You may be interested:  Meaning of Bacteria

Both explanatory and predictive hypotheses can be formulated inductively or deductively. Let’s see.

  • Deductive hypotheses: Based on a theory, the researcher formulates a hypothesis to explain a specific case. That is, deductive hypotheses are formulated from the general to the particular. For example, “All living things have DNA. Bacteria are living beings. Therefore, bacteria have DNA.
  • Inductive hypotheses: From the observation of a specific case or phenomenon, the researcher formulates a generalization or general principle. That is, inductive hypotheses are formulated from the particular to the general.
    For example, Newton observed that although the Moon and the apple are two spherical bodies, only the apple falls to the ground. Capturing this specific difference allowed him to induce the existence of a law that would explain such behavior. Thus, he formulated the hypothesis that there is a force of attraction (gravity) between bodies.

Correlational hypotheses

Correlational or joint variation hypotheses are those that establish the degree of mutual relationship between the variables, that is, how and to what degree one affects the other (and vice versa). In this type of hypothesis, the order of the variables does not matter.

For example, Newton’s theory of gravity is a correlational hypothesis, since its statement dictates: “The greater the mass, the greater the force of attraction.” Correlatively, it follows that: “The greater the attractive force, the greater the mass.”

Correlational hypotheses can be negative, positive or mixed.

For example,

  • Positive: “The greater impunity, the greater criminality.”
  • Negative: “The lower the fat intake, the lower the risk of suffering from coronary heart disease.”
  • Mixed: “The higher the altitude, the lower the temperature.”
You may be interested:  Optics

Group difference hypothesis

Group difference hypotheses are those that anticipate the difference in the behavior of various groups.
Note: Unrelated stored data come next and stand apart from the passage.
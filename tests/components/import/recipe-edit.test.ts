import fs from 'node:fs';
import path from 'node:path';
import { SIDE_FIELDS } from '@/analysis/fields';
import { importBayFile, recipeSchema, type ColumnSuggestion } from '@/analysis/import';
import { findUnit } from '@/analysis/units';
import {
  columnWithField,
  confidenceLevel,
  effectiveColumn,
  isSideTarget,
  recipeFromOverrides,
  recipeWithOverrides,
  setColumnField,
  answerSignQuestion,
  setColumnHanded,
  setColumnSide,
  setColumnUnit,
  TARGET_OPTIONS,
  unitOptionsFor,
} from '@/components/import/recipe-edit';

const suggestion = (over: Partial<ColumnSuggestion>): ColumnSuggestion => ({
  header: 'Carry yds',
  index: 0,
  field: 'carry',
  unit: 'yd',
  side: null,
  confidence: 0.9,
  reason: 'header says carry',
  samples: ['150.1'],
  ...over,
});

describe('unitOptionsFor', () => {
  it('unitOptionsFor, a length field, offers only length units', () => {
    // Length units of NIST SP 811 (2008), App. B.8: metre, yard, foot — every one is length.
    const units = unitOptionsFor('carry').map((o) => o.value);
    expect(units).toEqual(expect.arrayContaining(['m', 'yd', 'ft']));
    for (const u of units) expect(findUnit(u)?.dimension).toBe('length');
    expect(units).not.toContain('mph');
  });

  it('unitOptionsFor, a speed field, offers mph, km/h and m/s but no length unit', () => {
    const units = unitOptionsFor('ballSpeed').map((o) => o.value);
    expect(units).toEqual(expect.arrayContaining(['mph', 'km/h', 'm/s']));
    expect(units).not.toContain('yd');
  });

  it('unitOptionsFor, club, build and ignore, offers no unit', () => {
    expect(unitOptionsFor('club')).toEqual([]);
    expect(unitOptionsFor('build')).toEqual([]);
    expect(unitOptionsFor('ignore')).toEqual([]);
  });
});

describe('columnWithField', () => {
  it('columnWithField, carry in yards changed to ball speed, resets the unit to a speed unit', () => {
    const next = columnWithField({ field: 'carry', unit: 'yd' }, 'ballSpeed');
    expect(next.field).toBe('ballSpeed');
    expect(findUnit(next.unit!)?.dimension).toBe('speed');
    expect(recipeSchema.safeParse({ columns: { c: next } }).success).toBe(true);
  });

  it('columnWithField, carry in yards changed to total, keeps yards', () => {
    expect(columnWithField({ field: 'carry', unit: 'yds' }, 'total')).toEqual({ field: 'total', unit: 'yd' });
  });

  it('columnWithField, an unknown unit changed to a field the suggestion states a unit for, takes the suggestion unit', () => {
    const next = columnWithField({ field: 'ignore' }, 'carry', suggestion({ field: 'ignore', unit: 'yd' }));
    expect(next).toEqual({ field: 'carry', unit: 'yd' });
  });

  it('columnWithField, a side field, gets a side notation; a plain field gets none', () => {
    expect(columnWithField({ field: 'carry', unit: 'm' }, 'offline').side).toBe('signed-right-positive');
    expect(columnWithField({ field: 'offline', unit: 'm', side: 'suffix-LR' }, 'carry').side).toBeUndefined();
  });

  it('columnWithField, set to club or ignore, drops unit and side', () => {
    expect(columnWithField({ field: 'offline', unit: 'm', side: 'prefix-LR' }, 'ignore')).toEqual({ field: 'ignore' });
    expect(columnWithField({ field: 'carry', unit: 'm' }, 'club')).toEqual({ field: 'club' });
  });

  it('columnWithField, any target from any column, always passes the recipe schema', () => {
    const starts = [{ field: 'carry', unit: 'yd' }, { field: 'offline', unit: 'm', side: 'prefix-LR' }, { field: 'ignore' }] as const;
    for (const start of starts) {
      for (const { value } of TARGET_OPTIONS) {
        const parsed = recipeSchema.safeParse({ columns: { c: columnWithField({ ...start }, value) } });
        expect({ value, ok: parsed.success }).toEqual({ value, ok: true });
      }
    }
  });
});

describe('isSideTarget', () => {
  it('isSideTarget, every target, is true exactly for the left/right fields', () => {
    // Left/right fields as analysis/fields.ts signs them (+ is right).
    for (const { value } of TARGET_OPTIONS) {
      expect(isSideTarget(value)).toBe((SIDE_FIELDS as ReadonlySet<string>).has(value));
    }
    expect(isSideTarget('offline')).toBe(true);
    expect(isSideTarget('carry')).toBe(false);
  });
});

describe('setColumnField', () => {
  it('setColumnField, a field another overridden column holds, sets that column to Ignore', () => {
    const out = setColumnField({ A: { field: 'carry', unit: 'm' } }, 'B', 'carry', { field: 'total', unit: 'm' });
    expect(out.A).toEqual({ field: 'ignore' });
    expect(out.B).toEqual({ field: 'carry', unit: 'm' });
  });

  it('setColumnField, build on two columns, keeps both', () => {
    const out = setColumnField({ A: { field: 'build' } }, 'B', 'build', { field: 'ignore' });
    expect(out).toEqual({ A: { field: 'build' }, B: { field: 'build' } });
  });

  it('setColumnField, the input overrides, leaves them unchanged', () => {
    const before = { A: { field: 'carry' as const, unit: 'm' } };
    setColumnField(before, 'B', 'carry', null);
    expect(before).toEqual({ A: { field: 'carry', unit: 'm' } });
  });
});

describe('setColumnUnit and setColumnSide', () => {
  it('setColumnUnit, a unit of another dimension, is refused', () => {
    expect(setColumnUnit({}, 'C', { field: 'carry', unit: 'm' }, 'mph')).toEqual({});
  });

  it('setColumnUnit, a fitting unit, replaces it', () => {
    expect(setColumnUnit({}, 'C', { field: 'carry', unit: 'm' }, 'yd')).toEqual({ C: { field: 'carry', unit: 'yd' } });
  });

  it('setColumnSide, a column without a side, is refused', () => {
    expect(setColumnSide({}, 'C', { field: 'carry', unit: 'm' }, 'suffix-LR')).toEqual({});
  });

  it('setColumnSide, a side field, sets the notation', () => {
    expect(setColumnSide({}, 'S', { field: 'offline', unit: 'm' }, 'signed-left-positive')).toEqual({
      S: { field: 'offline', unit: 'm', side: 'signed-left-positive' },
    });
  });
});

describe('setColumnHanded (signed values written for the player\'s hand)', () => {
  it('marks a signed path column and clears the mark again', () => {
    const marked = setColumnHanded({}, 'P', { field: 'clubPath', unit: 'deg', side: 'signed-right-positive' }, true);
    expect(marked).toEqual({ P: { field: 'clubPath', unit: 'deg', side: 'signed-right-positive', handed: true } });
    expect(setColumnHanded(marked, 'P', marked.P, false)).toEqual({ P: { field: 'clubPath', unit: 'deg', side: 'signed-right-positive' } });
  });

  it('marks face to path (no side notation of its own)', () => {
    expect(setColumnHanded({}, 'F', { field: 'faceToPath', unit: 'deg' }, true)).toEqual({ F: { field: 'faceToPath', unit: 'deg', handed: true } });
  });

  it('refuses a field that is the same for both hands and L/R letters', () => {
    expect(setColumnHanded({}, 'C', { field: 'carry', unit: 'm' }, true)).toEqual({});
    expect(setColumnHanded({}, 'S', { field: 'offline', unit: 'm', side: 'suffix-LR' }, true)).toEqual({});
  });

  it('answers a sign question as a notation, or as written for the hand (signed, + right for a right-hander, marked)', () => {
    const path = { field: 'clubPath', unit: 'deg' } as const;
    expect(answerSignQuestion({}, 'P', path, 'signed-left-positive')).toEqual({ P: { field: 'clubPath', unit: 'deg', side: 'signed-left-positive' } });
    expect(answerSignQuestion({}, 'P', path, 'for-hand')).toEqual({ P: { field: 'clubPath', unit: 'deg', side: 'signed-right-positive', handed: true } });
  });

  it('drops the mark when the column turns to L/R letters', () => {
    expect(setColumnSide({}, 'P', { field: 'clubPath', unit: 'deg', side: 'signed-right-positive', handed: true }, 'prefix-LR')).toEqual({
      P: { field: 'clubPath', unit: 'deg', side: 'prefix-LR' },
    });
  });
});

describe('effectiveColumn and recipeFromOverrides', () => {
  it('effectiveColumn, an override, wins over the preview recipe and the suggestion', () => {
    const s = suggestion({});
    expect(effectiveColumn('Carry yds', { 'Carry yds': { field: 'ignore' } }, { columns: { 'Carry yds': { field: 'carry', unit: 'yd' } } }, s)).toEqual({ field: 'ignore' });
    expect(effectiveColumn('Carry yds', {}, { columns: { 'Carry yds': { field: 'total', unit: 'm' } } }, s)).toEqual({ field: 'total', unit: 'm' });
    expect(effectiveColumn('Carry yds', {}, undefined, s)).toEqual({ field: 'carry', unit: 'yd' });
  });

  it('recipeFromOverrides, no overrides, is undefined; some, a valid recipe', () => {
    expect(recipeFromOverrides({})).toBeUndefined();
    const recipe = recipeFromOverrides({ 'Carry yds': { field: 'carry', unit: 'm' } });
    expect(recipeSchema.parse(recipe)).toEqual({ columns: { 'Carry yds': { field: 'carry', unit: 'm' } } });
  });
});

describe('confidenceLevel', () => {
  it('confidenceLevel, the cut points, split high, medium and low (common practice, no source)', () => {
    expect(confidenceLevel(0.95)).toBe('high');
    expect(confidenceLevel(0.8)).toBe('high');
    expect(confidenceLevel(0.6)).toBe('medium');
    expect(confidenceLevel(0.49)).toBe('low');
  });
});

describe('recipeWithOverrides', () => {
  // An invented bay file (fixtures/bay-files/club-names.csv): mph, yards, "R 4.5" sides, a build column.
  const text = fs.readFileSync(path.resolve(__dirname, '../../../fixtures/bay-files/club-names.csv'), 'utf8');
  const stored = importBayFile(text).recipe;

  it('recipeWithOverrides, no base, is the overrides alone', () => {
    expect(recipeWithOverrides(undefined, {})).toBeUndefined();
    expect(recipeWithOverrides(undefined, { A: { field: 'ignore' } })).toEqual({ columns: { A: { field: 'ignore' } } });
  });

  it('recipeWithOverrides, a stored recipe and one column set to Ignore, keeps every other column and the file format', () => {
    const out = recipeWithOverrides(stored, { 'Carry yds': { field: 'ignore' } })!;
    expect(out.delimiter).toBe(stored.delimiter);
    expect(out.headerRow).toBe(stored.headerRow);
    expect(out.columns['Carry yds']).toEqual({ field: 'ignore' });
    expect(out.columns['Ball Speed mph']).toEqual(stored.columns['Ball Speed mph']);
    expect(Object.keys(out.columns)).toEqual(Object.keys(stored.columns));
  });

  it('recipeWithOverrides, an override taking a field a stored column holds, ignores that column so the importer accepts it', () => {
    // Without the rule the importer refuses the recipe: "maps both … to ballSpeed" (BAD_RECIPE).
    const overrides = { 'Club Speed mph': { field: 'ballSpeed' as const, unit: 'mph' } };
    const naive = { ...stored, columns: { ...stored.columns, ...overrides } };
    expect(() => importBayFile(text, { recipe: naive })).toThrow(/maps both/);
    const out = recipeWithOverrides(stored, overrides)!;
    expect(out.columns['Ball Speed mph']).toEqual({ field: 'ignore' });
    const shot = importBayFile(text, { recipe: out }).shots[0];
    // The first row's club speed, 104.5 mph, now read as ball speed: 1 mph = 0.44704 m/s exactly
    // (NIST SP 811, Guide for the Use of the SI, 2008, App. B.8).
    expect(shot.values.ballSpeed).toBeCloseTo(104.5 * 0.44704, 6);
    expect(shot.values.clubSpeed).toBeUndefined();
  });

  it('recipeWithOverrides, a second build column, keeps both build columns', () => {
    const out = recipeWithOverrides(stored, { 'Club Speed mph': { field: 'build' } })!;
    expect(out.columns.Build).toEqual({ field: 'build' });
    expect(recipeSchema.safeParse(out).success).toBe(true);
  });

  it('recipeWithOverrides, the base, is left unchanged', () => {
    const copy = JSON.parse(JSON.stringify(stored));
    recipeWithOverrides(stored, { 'Carry yds': { field: 'total', unit: 'yd' } });
    expect(stored).toEqual(copy);
  });
});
It is based on statistical comparison. Group difference hypotheses are expressed in two variants:

  • Those that establish a difference between two groups, without determining which group falls on. For example“There is a difference in mortality rates from covid-19 between female and male people”.
  • Those that determine on which of the groups falls the difference. For example«The mortality rate from covid-19 is higher in males than in females».

Null hypothesis

The null hypothesis is one that denies the relationship between two or more variables based on a sample parameter. Your statement is negative, which means that it includes a “no.” It is represented by the symbol H0. The null hypothesis is not accepted, but is either rejected or not rejected.

The formulation of the null hypothesis is normally accompanied by the formulation of an alternative hypothesis that seeks to prove it false.
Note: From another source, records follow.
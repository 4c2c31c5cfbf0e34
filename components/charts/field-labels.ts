import type { ShotField } from '@/analysis/fields';

/** Trade names of the shot fields, as the charts write them. */
export const FIELD_LABELS: Readonly<Record<ShotField, string>> = {
  clubSpeed: 'Club speed',
  ballSpeed: 'Ball speed',
  smashFactor: 'Smash factor',
  launchAngle: 'Launch angle',
  launchDirection: 'Launch direction',
  spinRate: 'Spin rate',
  backSpin: 'Back spin',
  sideSpin: 'Side spin',
  spinAxis: 'Spin axis',
  attackAngle: 'Attack angle',
  clubPath: 'Club path',
  faceAngle: 'Face angle',
  faceToPath: 'Face to path',
  dynamicLoft: 'Dynamic loft',
  spinLoft: 'Spin loft',
  carry: 'Carry',
  total: 'Total',
  offline: 'Offline',
  apexHeight: 'Apex height',
  descentAngle: 'Descent angle',
  flightTime: 'Flight time',
};
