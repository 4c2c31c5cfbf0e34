/**
 * The head-to-head forest plot's numbers: per field the difference A − B and its 95% confidence
 * interval as a horizontal bar around zero. Fields have different units, so each row has its
 * own scale, symmetric about zero, so that zero lies on one vertical line for every row; each
 * row's end labels say its scale. Pure: no React.
 */
import { scaleLinear } from 'd3-scale';
import type { ShotField } from '@/analysis/fields';
import type { HeadToHead } from '@/analysis/head-to-head';
import { displayUnits, findUnit, fromCanonical, type UnitSystem } from '@/analysis/units';
import { formatNumber, formatSigned } from './chart-format';
import type { PlotBox } from './chart-types';
import { FIELD_LABELS } from './field-labels';

export type DifferenceBarsInput = {
  headToHead: Pick<HeadToHead, 'fields'>;
  /** The fields to show, in order; fields the comparison lacks are left out. */
  fields: readonly ShotField[];
  units: UnitSystem;
  widthPx: number;
};

export type DifferenceRow = {
  field: ShotField;
  label: string;
  /** Display unit as written after a number ('yd', 'mph', '°', 'rpm', ''). */
  unitLabel: string;
  /** Display units. */
  diff: number;
  ciLow: number;
  ciHigh: number;
  /** Half the row's scale (the scale runs −half … +half), display units. */
  halfRange: number;
  /** The interval excludes zero. */
  clear: boolean;
  verdict: 'clear' | 'not yet clear';
  /** "+4.2 yd (95%: +1.1 to +7.3)". */
  valueText: string;
  rangeLabels: [string, string];
  /** Row top, label baseline and bar centre, px. */
  top: number;
  labelY: number;
  barY: number;
  diffX: number;
  lowX: number;
  highX: number;
};

export type DifferenceBarsGeometry = {
  widthPx: number;
  heightPx: number;
  plot: PlotBox;
  zeroX: number;
  rows: DifferenceRow[];
};

export const DIFFERENCE_ROW_PX = 64;
export const DIFFERENCE_MARGIN = { top: 28, bottom: 8, left: 8, right: 8 } as const;

/** Decimals a field's difference is written with, in its display unit. */
export function differenceDecimals(field: ShotField): number {
  if (field === 'spinRate' || field === 'backSpin' || field === 'sideSpin') return 0;
  if (field === 'smashFactor') return 3;
  if (field === 'flightTime') return 2;
  return 1;
}

/**
 * The smallest of 1, 2, 2.5, 5 × 10^k at or above `value` (for a row's scale end). O(1).
 * @example niceCeil(7.3) // => 10
 */
export function niceCeil(value: number): number {
  if (!(value > 0) || !Number.isFinite(value)) return 1;
  const p = 10 ** Math.floor(Math.log10(value));
  for (const s of [1, 2, 2.5, 5, 10]) if (s * p >= value * (1 - 1e-12)) return s * p;
  return 10 * p;
}

/**
 * Everything the forest plot draws, in px: per field (in the given order, those the comparison
 * has) the difference and its 95% interval in the user's units, on a row scale running from
 * −h to +h with h = niceCeil(1.1 × the largest |end|), zero in the middle of every row; clear
 * when the interval excludes zero. O(fields).
 * @throws RangeError when widthPx is not a positive number
 * @example differenceBarsGeometry({ headToHead, fields: ['carry'], units: 'imperial', widthPx: 390 }).rows[0].valueText
 */
export function differenceBarsGeometry(input: DifferenceBarsInput): DifferenceBarsGeometry {
  if (!(input.widthPx > 0) || !Number.isFinite(input.widthPx)) throw new RangeError('differenceBarsGeometry needs a positive width');
  const m = DIFFERENCE_MARGIN;
  const units = displayUnits(input.units);
  const present = input.fields.filter((f) => input.headToHead.fields[f] !== undefined);
  const plot: PlotBox = {
    left: m.left,
    top: m.top,
    right: Math.max(m.left + 40, input.widthPx - m.right),
    bottom: m.top + present.length * DIFFERENCE_ROW_PX,
  };
  const zeroX = (plot.left + plot.right) / 2;
  const rows = present.map((field, i): DifferenceRow => {
    const c = input.headToHead.fields[field]!;
    const unit = units[field];
    const unitLabel = findUnit(unit)?.label ?? unit;
    const toUnit = (v: number) => fromCanonical(v, unit, field);
    const diff = toUnit(c.diff);
    const ciLow = toUnit(Math.min(c.ci95[0], c.ci95[1]));
    const ciHigh = toUnit(Math.max(c.ci95[0], c.ci95[1]));
    const halfRange = niceCeil(1.1 * Math.max(Math.abs(ciLow), Math.abs(ciHigh), Math.abs(diff)));
    const x = scaleLinear().domain([-halfRange, halfRange]).range([plot.left, plot.right]);
    const clear = ciLow > 0 || ciHigh < 0;
    // An interval clear of zero never reads as touching zero: up to two more decimals if needed.
    let dp = differenceDecimals(field);
    const roundsToZero = (v: number, d: number) => Number(Math.abs(v).toFixed(d)) === 0;
    for (let extra = 0; clear && extra < 2 && (roundsToZero(ciLow, dp) || roundsToZero(ciHigh, dp)); extra++) dp++;
    const withUnit = (text: string) => (unitLabel === '' ? text : unitLabel === '°' ? `${text}°` : `${text} ${unitLabel}`);
    const top = plot.top + i * DIFFERENCE_ROW_PX;
    const rangeText = formatNumber(halfRange, halfRange < 1 ? 3 : halfRange % 1 === 0 ? 0 : 1);
    return {
      field,
      label: FIELD_LABELS[field],
      unitLabel,
      diff,
      ciLow,
      ciHigh,
      halfRange,
      clear,
      verdict: clear ? 'clear' : 'not yet clear',
      valueText: `${withUnit(formatSigned(diff, dp))} (95%: ${formatSigned(ciLow, dp)} to ${formatSigned(ciHigh, dp)})`,
      rangeLabels: [withUnit(`\u2212${rangeText}`), withUnit(`+${rangeText}`)],
      top,
      labelY: top + 16,
      barY: top + 34,
      diffX: x(diff),
      lowX: x(ciLow),
      highX: x(ciHigh),
    };
  });
  return { widthPx: input.widthPx, heightPx: plot.bottom + m.bottom, plot, zeroX, rows };
}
For example«The muscle mass index is not associated with the sex of people».

Alternative hypothesis

Every null hypothesis generates an alternative hypothesis, that is, an alternative answer to the null hypothesis that purports to prove it false. It is represented by the symbol H1. This type of hypothesis is accepted or not accepted.

For example,

  • H0: «The muscle mass index is not associated with the sex of people»
  • H1: «The muscle mass index differs between men and women».

Statistical hypothesis

Statistical hypotheses are those that translate the hypotheses into statistical symbols. Seek to assert or define the parameters of one or more populations. Therefore, they are formulated whenever it is expected to collect data in numbers, percentages or averages.
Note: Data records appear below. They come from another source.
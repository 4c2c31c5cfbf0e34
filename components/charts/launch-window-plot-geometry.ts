/**
 * The launch window plot's numbers: x = spin rate (rpm), y = launch angle (deg); the window of
 * launches within the optimiser's share of the best carry, the best launch, and a club's shots.
 * Pure: no React.
 */
import { scaleLinear } from 'd3-scale';
import { curveLinearClosed, line } from 'd3-shape';
import type { LaunchOptimum } from '@/analysis/flight';
import { fromCanonical, type UnitSystem } from '@/analysis/units';
import { distanceUnit, formatNumber, formatThousands } from './chart-format';
import type { GridLine, LaunchPoint, PlotBox } from './chart-types';

export type LaunchWindowInput = {
  /** The window to draw; null for a club without one (a wedge): the shots alone. */
  optimum: Pick<LaunchOptimum, 'best' | 'window' | 'objective'> | null;
  points: readonly LaunchPoint[];
  units: UnitSystem;
  widthPx: number;
};

export type LaunchWindowGeometry = {
  widthPx: number;
  heightPx: number;
  plot: PlotBox;
  domain: { spinRpm: [number, number]; launchDeg: [number, number] };
  spinTicks: GridLine[];
  launchTicks: GridLine[];
  /** The window's outline, closed; null when the window is empty. */
  windowPath: string | null;
  windowPoints: [number, number][];
  best: { x: number; y: number; label: string } | null;
  dots: { key: string; x: number; y: number }[];
};

export const LAUNCH_MARGIN = { top: 28, right: 24, bottom: 40, left: 40 } as const;

/**
 * Everything the launch window plot draws, in px. The domain holds the whole window outline
 * (tips included: it is never cut at the plot's edge), the best launch and every finite point,
 * with 8% padding, rounded out to d3's nice ticks; the height is clamp(0.62 × width, 240, 420).
 * O(window rows + points).
 * @throws RangeError when widthPx is not a positive number
 * @example launchWindowGeometry({ optimum: optimiseLaunch(74.65), points, units: 'imperial', widthPx: 390 }).best.label
 */
export function launchWindowGeometry(input: LaunchWindowInput): LaunchWindowGeometry {
  if (!(input.widthPx > 0) || !Number.isFinite(input.widthPx)) throw new RangeError('launchWindowGeometry needs a positive width');
  const best = input.optimum?.best ?? null;
  const polygon = input.optimum?.window.polygon ?? [];
  const points = input.points.filter((p) => Number.isFinite(p.launchAngleDeg) && Number.isFinite(p.spinRateRpm));
  const spins: number[] = [];
  const launches: number[] = [];
  for (const p of [...(best ? [best] : []), ...polygon, ...points]) {
    spins.push(p.spinRateRpm);
    launches.push(p.launchAngleDeg);
  }
  if (spins.length === 0) {
    spins.push(2000, 6000);
    launches.push(10, 20);
  }
  const padded = (values: number[], minSpan: number): [number, number] => {
    let lo = Infinity;
    let hi = -Infinity;
    for (const v of values) {
      if (v < lo) lo = v;
      if (v > hi) hi = v;
    }
    const span = Math.max(hi - lo, minSpan);
    const mid = (lo + hi) / 2;
    return [mid - span * 0.54, mid + span * 0.54];
  };
  const m = LAUNCH_MARGIN;
  const heightPx = Math.round(Math.min(420, Math.max(240, 0.62 * input.widthPx)));
  const plot: PlotBox = { left: m.left, top: m.top, right: Math.max(m.left + 40, input.widthPx - m.right), bottom: heightPx - m.bottom };
  const spinTickCount = input.widthPx < 500 ? 4 : 8;
  const x = scaleLinear().domain(padded(spins, 1000)).range([plot.left, plot.right]).nice(spinTickCount);
  const y = scaleLinear().domain(padded(launches, 4)).range([plot.bottom, plot.top]).nice(5);
  const windowPoints = polygon.map((p) => [x(p.spinRateRpm), y(p.launchAngleDeg)] as [number, number]);
  const toPath = line().curve(curveLinearClosed).digits(2);
  const unit = distanceUnit(input.units);
  const aim = input.optimum?.objective === 'total' ? 'total' : 'carry';
  return {
    widthPx: input.widthPx,
    heightPx,
    plot,
    domain: { spinRpm: x.domain() as [number, number], launchDeg: y.domain() as [number, number] },
    spinTicks: x.ticks(spinTickCount).map((v) => ({ value: v, px: x(v), label: formatThousands(v) })),
    launchTicks: y.ticks(5).map((v) => ({ value: v, px: y(v), label: `${formatNumber(v, Number.isInteger(v) ? 0 : 1)}°` })),
    windowPath: windowPoints.length >= 3 ? toPath(windowPoints) : null,
    windowPoints,
    best: best
      ? {
          x: x(best.spinRateRpm),
          y: y(best.launchAngleDeg),
          label: `Best ${formatNumber(best.launchAngleDeg, 1)}°, ${formatThousands(best.spinRateRpm)} rpm, ${formatNumber(fromCanonical(aim === 'total' ? best.totalM : best.carryM, unit, 'carry'))} ${unit} ${aim}`,
        }
      : null,
    dots: points.map((p, i) => ({ key: p.id ?? String(i), x: x(p.spinRateRpm), y: y(p.launchAngleDeg) })),
  };
}

/**
 * Whether a point lies inside a closed polygon (even–odd ray casting). O(vertices).
 * https://en.wikipedia.org/wiki/Point_in_polygon
 */
export function insidePolygon(px: number, py: number, polygon: readonly (readonly [number, number])[]): boolean {
  let inside = false;
  for (let i = 0, j = polygon.length - 1; i < polygon.length; j = i++) {
    const [xi, yi] = polygon[i];
    const [xj, yj] = polygon[j];
    if (yi > py !== yj > py && px < ((xj - xi) * (py - yi)) / (yj - yi) + xi) inside = !inside;
  }
  return inside;
}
You may be interested:  Meaning of Glucose

They are subdivided into:

  • estimation hypothesis, which deal with single-variable descriptive hypotheses. This is analyzed in a context. The researcher formulates a statistical estimate of the result.
  • statistical hypothesis of correlationwhich deal with correlation hypotheses, which are those that study the relationship between two or more variables.
  • statistical hypotheses of differences in means, dealing with group difference. Compare numerical estimates between two or more groups under analysis.